▶ PROBLEM DETAILS
How many lines in the records below include "string"? Answer with the number only.

▶ EXTRACTED INFORMATION

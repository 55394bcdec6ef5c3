// Arcs named by pattern: what a plan's tolerance rules and exemptions are for.

#ifndef GATEDYNO_RECORD_ARC_PATTERN_H_
#define GATEDYNO_RECORD_ARC_PATTERN_H_

#include <optional>
#include <string>

#include "harness/record/arc.h"

namespace gatedyno {

// Names with * and ?, as a shell reads them; letter case counts.
struct ArcPattern {
  std::string cells = "*";
  std::string pins = "*";  // The input that moves.
  std::string outputs = "*";
  std::string corners = "*";
  std::optional<Edge> edge;  // Of the output; none: both.

  bool operator==(const ArcPattern&) const = default;
};

bool Covers(const ArcPattern& pattern,
            const Arc& arc,
            const std::string& corner);

// "nor*, pin a, rise, corner slow_*": only what narrows it; "every arc" where
// nothing does.
std::string DescribePattern(const ArcPattern& pattern);

}  // namespace gatedyno

#endif  // GATEDYNO_RECORD_ARC_PATTERN_H_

▶ RESPONSE
7